Paper: The T Experiments

Monday, April 6, 2009

L. Hatton, "The t experiments: errors in scientific software," Computational Science & Engineering, IEEE, vol. 4, no. 2, pp. 27-38, 1997.

Back in 1997, Les Hatton published a study composed of two experiments to test scientific software quality. The first, which he calls T1, involved the static analysis of over 100 pieces of scientific software from a broad range of application areas. The second experiment, T2, involved dynamic analysis of 9 different seismic data processing programs, each one supposedly designed to do the same thing. In a nutshell, the results suggest that scientific software has plenty of statically detectable faults (and the number of faults varied widely across the different programs analysed), and that there is significant and unexpected uncertainty in the output of this software -- agreement amongst the seismic processing packages is only to 1 significant digit.
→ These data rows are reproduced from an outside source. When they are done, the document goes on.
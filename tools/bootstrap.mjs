// Prepares a fresh machine before any npm package exists: Debian packages, then `npm ci` when the
// lockfile changed since the last install. Plain Node on purpose — it runs before node_modules.
import { execFileSync, spawnSync } from 'node:child_process';
import { createHash } from 'node:crypto';
import { existsSync, readFileSync, writeFileSync } from 'node:fs';
import { join } from 'node:path';

const root = new URL('..', import.meta.url).pathname;

/** Debian packages each command needs, keyed by a file that proves the package is there. */
const debianPackages = {
  postgresql: '/usr/lib/postgresql/15/bin/postgres',
  chromium: '/usr/bin/chromium',
};

function log(message) {
  process.stdout.write(`[fieldcurve] ${message}\n`);
}

function run(command, args, options = {}) {
  const result = spawnSync(command, args, { stdio: 'inherit', cwd: root, ...options });
  if (result.status !== 0) {
    throw new Error(`${command} ${args.join(' ')} failed with exit code ${result.status}`);
  }
}

export function ensureDebianPackages(names) {
  const missing = names.filter((name) => !existsSync(debianPackages[name]));
  if (missing.length === 0) return;
  if (process.getuid?.() !== 0) {
    throw new Error(`Missing Debian packages: ${missing.join(', ')}. Install them with apt-get.`);
  }
  log(`installing Debian packages: ${missing.join(', ')}`);
  const env = { ...process.env, DEBIAN_FRONTEND: 'noninteractive' };
  run('apt-get', ['update', '-qq'], { env });
  run('apt-get', ['install', '-y', '-qq', '--no-install-recommends', ...missing], { env });
}

export function ensureNodeModules() {
  const lockfile = join(root, 'package-lock.json');
  const stamp = join(root, 'node_modules', '.fieldcurve-lock-sha256');
  const digest = createHash('sha256').update(readFileSync(lockfile)).digest('hex');
  if (existsSync(stamp) && readFileSync(stamp, 'utf8') === digest) return;
  log('installing npm packages (npm ci)');
  run('npm', ['ci', '--no-audit', '--no-fund']);
  writeFileSync(stamp, digest);
}

/** Runs a TypeScript entry point of the tools folder through tsx, passing signals through. */
export function runTypeScript(entry, args = []) {
  const tsx = join(root, 'node_modules', '.bin', 'tsx');
  const child = spawnSync(tsx, [join(root, entry), ...args], { stdio: 'inherit', cwd: root });
  return child.status ?? 1;
}

export function nodeVersionOk() {
  const [major, minor] = process.versions.node.split('.').map(Number);
  return major > 20 || (major === 20 && minor >= 19);
}

export function prepare(packages) {
  if (!nodeVersionOk()) throw new Error(`Node 20.19 or newer is needed; this is ${process.version}`);
  ensureDebianPackages(packages);
  ensureNodeModules();
  execFileSync('node', ['--version']);
}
Hatton says, "Taken with other evidence, the T experiments suggest that the results of scientific calculations carried out by many software packages should be treated with the same measure of disbelief researchers have traditionally attached to the results of unconfirmed physical experiments."

Hatton makes the distinction in the paper between two types of defects: faults and failures. A fault is a statically detectable trouble area in the software code; "a misuse of the language which will very likely cause the program to fail in some context". A failure is a defect measured at runtime (for example, a program crash or an output inaccuracy). There is a uncertainty associated with software faults -- for many of them (say for example, assigning a pointer to an integer variable) it's not sure bet that they will "mature" into a runtime failure. Hatton weights each kind of fault with a severity rating which amounts to the likelihood the fault could cause a failure, a "rough risk factor". It's these weighted fault rates he publishes in the paper. He doesn't go into detail about the ratings, so I can't comment other than to say I'm already suspicious of something so subjective being used this way. More details of the T1 experiment are available in his book, L. Hatton, Safer C: Developing Software for in High-Integrity and Safety-Critical Systems. New York, NY, USA: McGraw-Hill, Inc., 1995.

I'd like to note that what Hatton is doing here in this study is looking at various bits of software on his own, at a single point in time, in order to objectively determine code quality. In my pitch about investigating climate modelling code quality I was thinking more about looking at the defects uncovered by the software users and developers themselves. The defects identified[1] by the climate scientists will contain both faults and failures. The faults found by scientists are sure to be relevant and important whereas the same is probably not true for all of the "generic" faults detected by static analysis software. Either way, both of these methods of gauging quality are incomplete in some sense: both use heuristics to find defects (if you consider the testing scientists do as a "heuristic").

This paper provides some partial statistics I could use to compare with climate models. Hatton used static analysis software from Programming Research Ltd., so it's at least feasible I could run the climate models through the same analysis. I'm not sure what the value would be for doing that just yet. Partly, because it's not clear what I'd be comparing against: Hatton analyses software from "40 application areas, including, for example, graphics, nuclear engineering, mechanical engineering, chemical engineering, civil engineering, communications, databases, medical systems, and aerospace."

[1] I suspect defects in one version to show up over the course developing later versions, but some defects may be known ahead of time. I'm not sure about how to count these yet.